━━━━━ DATA EXCERPTS ━━━━━
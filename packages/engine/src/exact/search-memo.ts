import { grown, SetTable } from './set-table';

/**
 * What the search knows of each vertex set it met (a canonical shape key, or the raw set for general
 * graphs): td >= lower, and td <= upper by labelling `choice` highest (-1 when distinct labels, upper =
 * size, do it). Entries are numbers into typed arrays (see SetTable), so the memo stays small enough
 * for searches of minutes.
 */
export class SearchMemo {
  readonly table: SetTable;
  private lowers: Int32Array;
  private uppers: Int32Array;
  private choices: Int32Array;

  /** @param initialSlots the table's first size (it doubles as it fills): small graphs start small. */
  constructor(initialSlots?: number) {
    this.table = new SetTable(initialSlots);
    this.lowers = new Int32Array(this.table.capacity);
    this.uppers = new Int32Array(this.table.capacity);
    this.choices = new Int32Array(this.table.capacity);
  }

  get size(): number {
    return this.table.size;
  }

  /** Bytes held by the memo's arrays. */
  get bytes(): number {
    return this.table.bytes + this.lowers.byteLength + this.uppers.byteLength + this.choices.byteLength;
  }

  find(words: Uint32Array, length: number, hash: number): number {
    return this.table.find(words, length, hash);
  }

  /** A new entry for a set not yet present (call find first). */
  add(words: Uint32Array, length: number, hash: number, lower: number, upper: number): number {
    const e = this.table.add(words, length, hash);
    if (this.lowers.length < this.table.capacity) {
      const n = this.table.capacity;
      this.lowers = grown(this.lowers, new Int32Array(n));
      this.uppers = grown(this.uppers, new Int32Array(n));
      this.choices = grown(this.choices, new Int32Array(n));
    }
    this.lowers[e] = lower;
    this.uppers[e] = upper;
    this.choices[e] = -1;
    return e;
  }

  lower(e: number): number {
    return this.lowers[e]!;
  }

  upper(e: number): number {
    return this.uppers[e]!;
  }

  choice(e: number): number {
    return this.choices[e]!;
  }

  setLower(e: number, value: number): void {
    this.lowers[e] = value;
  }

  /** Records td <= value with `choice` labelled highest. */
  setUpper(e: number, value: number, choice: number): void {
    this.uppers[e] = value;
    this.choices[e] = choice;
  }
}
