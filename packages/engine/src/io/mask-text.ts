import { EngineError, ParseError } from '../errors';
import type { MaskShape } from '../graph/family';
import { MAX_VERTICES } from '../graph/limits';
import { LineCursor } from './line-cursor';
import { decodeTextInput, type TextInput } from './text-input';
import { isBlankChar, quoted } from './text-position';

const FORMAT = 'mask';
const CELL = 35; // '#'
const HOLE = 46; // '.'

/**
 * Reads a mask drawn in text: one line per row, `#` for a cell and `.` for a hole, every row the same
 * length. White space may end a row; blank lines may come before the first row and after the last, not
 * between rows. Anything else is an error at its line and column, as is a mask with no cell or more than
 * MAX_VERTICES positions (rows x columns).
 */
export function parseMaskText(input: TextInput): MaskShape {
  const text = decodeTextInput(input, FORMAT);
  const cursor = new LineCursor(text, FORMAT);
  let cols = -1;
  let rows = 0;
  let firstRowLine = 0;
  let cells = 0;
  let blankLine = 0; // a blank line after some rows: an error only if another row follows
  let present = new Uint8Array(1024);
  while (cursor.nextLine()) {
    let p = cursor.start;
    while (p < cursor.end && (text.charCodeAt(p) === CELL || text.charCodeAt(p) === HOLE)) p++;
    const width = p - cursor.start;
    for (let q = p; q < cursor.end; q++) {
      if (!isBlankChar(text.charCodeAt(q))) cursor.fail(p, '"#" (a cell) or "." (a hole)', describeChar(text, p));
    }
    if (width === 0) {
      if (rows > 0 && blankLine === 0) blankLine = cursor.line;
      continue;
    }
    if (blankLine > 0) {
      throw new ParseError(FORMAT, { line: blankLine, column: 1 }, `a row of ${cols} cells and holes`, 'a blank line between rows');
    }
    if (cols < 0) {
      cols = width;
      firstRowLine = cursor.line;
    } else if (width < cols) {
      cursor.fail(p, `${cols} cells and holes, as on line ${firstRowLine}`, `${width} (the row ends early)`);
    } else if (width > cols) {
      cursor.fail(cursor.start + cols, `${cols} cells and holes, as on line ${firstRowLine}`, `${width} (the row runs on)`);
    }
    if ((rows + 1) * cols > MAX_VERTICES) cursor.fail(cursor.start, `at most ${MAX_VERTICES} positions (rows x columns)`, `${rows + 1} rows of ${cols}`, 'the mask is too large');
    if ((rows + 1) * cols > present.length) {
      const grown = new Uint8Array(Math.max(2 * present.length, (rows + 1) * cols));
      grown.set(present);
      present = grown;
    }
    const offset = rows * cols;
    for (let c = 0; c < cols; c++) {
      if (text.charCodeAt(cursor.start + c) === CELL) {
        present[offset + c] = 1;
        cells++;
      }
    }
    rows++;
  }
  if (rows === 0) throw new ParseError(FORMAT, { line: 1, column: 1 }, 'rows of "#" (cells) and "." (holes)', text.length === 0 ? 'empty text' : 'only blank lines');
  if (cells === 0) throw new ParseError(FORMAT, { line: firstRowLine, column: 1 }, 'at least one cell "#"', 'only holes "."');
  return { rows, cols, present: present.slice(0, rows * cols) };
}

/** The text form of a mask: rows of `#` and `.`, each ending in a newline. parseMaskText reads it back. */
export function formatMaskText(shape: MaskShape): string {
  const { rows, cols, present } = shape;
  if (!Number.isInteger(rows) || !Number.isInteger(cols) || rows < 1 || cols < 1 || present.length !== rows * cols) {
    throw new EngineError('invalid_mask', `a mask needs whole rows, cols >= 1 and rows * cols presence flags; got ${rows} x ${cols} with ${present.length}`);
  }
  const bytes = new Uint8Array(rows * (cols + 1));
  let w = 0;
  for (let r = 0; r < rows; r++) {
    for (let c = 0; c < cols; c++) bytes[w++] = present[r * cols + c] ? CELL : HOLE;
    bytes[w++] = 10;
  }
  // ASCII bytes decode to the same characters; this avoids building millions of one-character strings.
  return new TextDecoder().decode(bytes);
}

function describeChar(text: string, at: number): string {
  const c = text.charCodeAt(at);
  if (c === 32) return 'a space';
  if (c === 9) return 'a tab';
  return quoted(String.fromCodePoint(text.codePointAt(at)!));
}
━━━━━
WORK TASK:
Retype only the stretch of lines above starting at the one with "const text = decodeTextInput(input, FORMAT);" and stopping at the one with "cols = width;", exactly as written, with both kept.

TASK ANSWER:
  const text = decodeTextInput(input, FORMAT);
  const cursor = new LineCursor(text, FORMAT);
  let cols = -1;
  let rows = 0;
  let firstRowLine = 0;
  let cells = 0;
  let blankLine = 0; // a blank line after some rows: an error only if another row follows
  let present = new Uint8Array(1024);
  while (cursor.nextLine()) {
    let p = cursor.start;
    while (p < cursor.end && (text.charCodeAt(p) === CELL || text.charCodeAt(p) === HOLE)) p++;
    const width = p - cursor.start;
    for (let q = p; q < cursor.end; q++) {
      if (!isBlankChar(text.charCodeAt(q))) cursor.fail(p, '"#" (a cell) or "." (a hole)', describeChar(text, p));
    }
    if (width === 0) {
      if (rows > 0 && blankLine === 0) blankLine = cursor.line;
      continue;
    }
    if (blankLine > 0) {
      throw new ParseError(FORMAT, { line: blankLine, column: 1 }, `a row of ${cols} cells and holes`, 'a blank line between rows');
    }
    if (cols < 0) {
      cols = width;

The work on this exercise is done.